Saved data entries

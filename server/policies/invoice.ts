import type { Invoice, User } from '../models';

const desk = (actor: User) => actor.role === 'owner' || actor.role === 'office';

export const invoicePolicy = {
  /** The bookkeeper reads invoices and payments; the crew sees no money. */
  read: (actor: User, invoice?: Invoice) => (!invoice || actor.organizationId === invoice.organizationId) && actor.role !== 'crew',
  create: (actor: User) => desk(actor),
  issue: (actor: User, invoice: Invoice) => actor.organizationId === invoice.organizationId && desk(actor) && invoice.status === 'draft',
  recordPayment: (actor: User, invoice: Invoice) =>
    actor.organizationId === invoice.organizationId && desk(actor) && ['open', 'partly_paid'].includes(invoice.status),
  void: (actor: User, invoice: Invoice) =>
    actor.organizationId === invoice.organizationId && actor.role === 'owner' && invoice.status !== 'void' && invoice.paidCents === 0,
};
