import { Router, type Response } from 'express';
import { checkChargeAmount } from '../amounts';
import { invalidRequest, noSuch, Params } from '../params';
import type { Payments } from '../payments';
import type { FakePaymentIntent, PaymentMethodRecord } from '../store';
import { expand, expandPaths, paginate } from './lists';
import { requestInfo } from './middleware';

const CREATE_PARAMS = [
  'amount', 'currency', 'metadata', 'description', 'receipt_email', 'confirm', 'payment_method', 'return_url',
  'payment_method_types', 'automatic_payment_methods', 'capture_method', 'expand',
];

const CONFIRMABLE = ['requires_payment_method', 'requires_confirmation', 'requires_action'];

/**
 * Payment intents made through the API (the checkout page makes its own). Confirming takes a
 * test payment method id (`pm_card_visa`, `pm_card_visa_chargeDeclined` ...); a decline is the
 * real 402 card error, a card that asks for authentication leaves the intent in requires_action
 * with a `redirect_to_url` to the fake's authentication page.
 */
export function paymentIntentsRouter(payments: Payments): Router {
  const router = Router();
  const store = payments.store;
  const load = (id: string) => {
    const pi = store.paymentIntents.get(id);
    if (!pi) throw noSuch('payment_intent', id);
    return pi;
  };
  const paymentMethod = (p: Params): PaymentMethodRecord | undefined => {
    const id = p.string('payment_method');
    if (id === undefined) return undefined;
    const pm = payments.testPaymentMethod(id);
    if (!pm) throw noSuch('PaymentMethod', id, 'payment_method');
    return pm;
  };
  const confirm = (pi: FakePaymentIntent, pm: PaymentMethodRecord | undefined, returnUrl: string | undefined, res: Response) => {
    if (payments.sessionIdOf(pi)) {
      throw invalidRequest('This PaymentIntent belongs to a Checkout Session; the payer confirms it on the payment page.', {
        code: 'payment_intent_unexpected_state',
      });
    }
    if (!CONFIRMABLE.includes(pi.status)) {
      throw invalidRequest(
        `This PaymentIntent's status is ${pi.status}, but it must be one of requires_payment_method, requires_confirmation, or requires_action to be confirmed.`,
        { code: 'payment_intent_unexpected_state' },
      );
    }
    const method = pm ?? (typeof pi.payment_method === 'string' ? store.paymentMethods.get(pi.payment_method) : undefined);
    if (!method) {
      throw invalidRequest(
        "You cannot confirm this PaymentIntent because it's missing a payment method. Update the PaymentIntent with a payment method and then confirm it again.",
        { code: 'payment_intent_unexpected_state' },
      );
    }
    payments.confirmIntent(pi, method, returnUrl ?? null, requestInfo(res));
  };

  router.post('/payment_intents', (req, res) => {
    const p = Params.of(req.body).only(CREATE_PARAMS);
    const amount = p.integer('amount', { required: true, min: 1 });
    const currency = p.string('currency', { required: true }).toLowerCase();
    if (!/^[a-z]{3}$/.test(currency)) throw invalidRequest(`Invalid currency: ${currency}`, { param: 'currency' });
    checkChargeAmount(amount, currency, { param: 'amount', session: false });
    if (p.stringList('payment_method_types').some((m) => m !== 'card')) {
      throw invalidRequest('The local card fake takes cards only: payment_method_types may hold "card" only.', {
        param: 'payment_method_types',
      });
    }
    p.object('automatic_payment_methods')?.only(['enabled', 'allow_redirects']).boolean('enabled');
    const capture = p.enum('capture_method', ['automatic', 'automatic_async', 'manual'] as const);
    if (capture === 'manual') throw invalidRequest('The local card fake captures automatically only.', { param: 'capture_method' });
    const pm = paymentMethod(p);
    const returnUrl = p.url('return_url');
    const pi = payments.newPaymentIntent({
      amount,
      currency,
      metadata: p.metadata() ?? {},
      description: p.string('description', { max: 1000 }) ?? null,
      receipt_email: p.email('receipt_email') ?? null,
    });
    if (capture) pi.capture_method = capture;
    if (pm) {
      pi.payment_method = pm.id;
      pi.status = 'requires_confirmation';
    }
    if (p.boolean('confirm')) confirm(pi, pm, returnUrl, res);
    res.json(expand(pi, expandPaths(p), store));
  });

  router.get('/payment_intents', (req, res) => {
    const p = Params.of(req.query).only(['limit', 'starting_after', 'ending_before', 'expand']);
    res.json(expand(paginate([...store.paymentIntents.values()], p, '/v1/payment_intents', 'payment_intent'), expandPaths(p), store));
  });

  router.get('/payment_intents/:id', (req, res) => {
    const p = Params.of(req.query).only(['expand', 'client_secret']);
    res.json(expand(load(req.params.id), expandPaths(p), store));
  });

  router.post('/payment_intents/:id/confirm', (req, res) => {
    const p = Params.of(req.body).only(['payment_method', 'return_url', 'expand']);
    const pi = load(req.params.id);
    confirm(pi, paymentMethod(p), p.url('return_url'), res);
    res.json(expand(pi, expandPaths(p), store));
  });

  router.post('/payment_intents/:id/cancel', (req, res) => {
    const p = Params.of(req.body).only(['cancellation_reason', 'expand']);
    const reason = p.enum('cancellation_reason', ['duplicate', 'fraudulent', 'requested_by_customer', 'abandoned'] as const);
    const pi = load(req.params.id);
    if (payments.sessionIdOf(pi)) {
      throw invalidRequest('This PaymentIntent belongs to a Checkout Session; expire the session instead.', {
        code: 'payment_intent_unexpected_state',
      });
    }
    if (pi.status === 'succeeded' || pi.status === 'canceled') {
      throw invalidRequest(
        `You cannot cancel this PaymentIntent because it has a status of ${pi.status}. Only a PaymentIntent with one of the following statuses may be canceled: requires_payment_method, requires_capture, requires_confirmation, requires_action, processing.`,
        { code: 'payment_intent_unexpected_state' },
      );
    }
    payments.cancelIntent(pi, reason ?? null, requestInfo(res));
    res.json(expand(pi, expandPaths(p), store));
  });

  return router;
}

- [Exercise aim] Where a line in the records above includes the string "crew", show it.

- [Exercise result]
  /** The bookkeeper reads invoices and payments; the crew sees no money. */
  read: (actor: User, invoice?: Invoice) => (!invoice || actor.organizationId === invoice.organizationId) && actor.role !== 'crew',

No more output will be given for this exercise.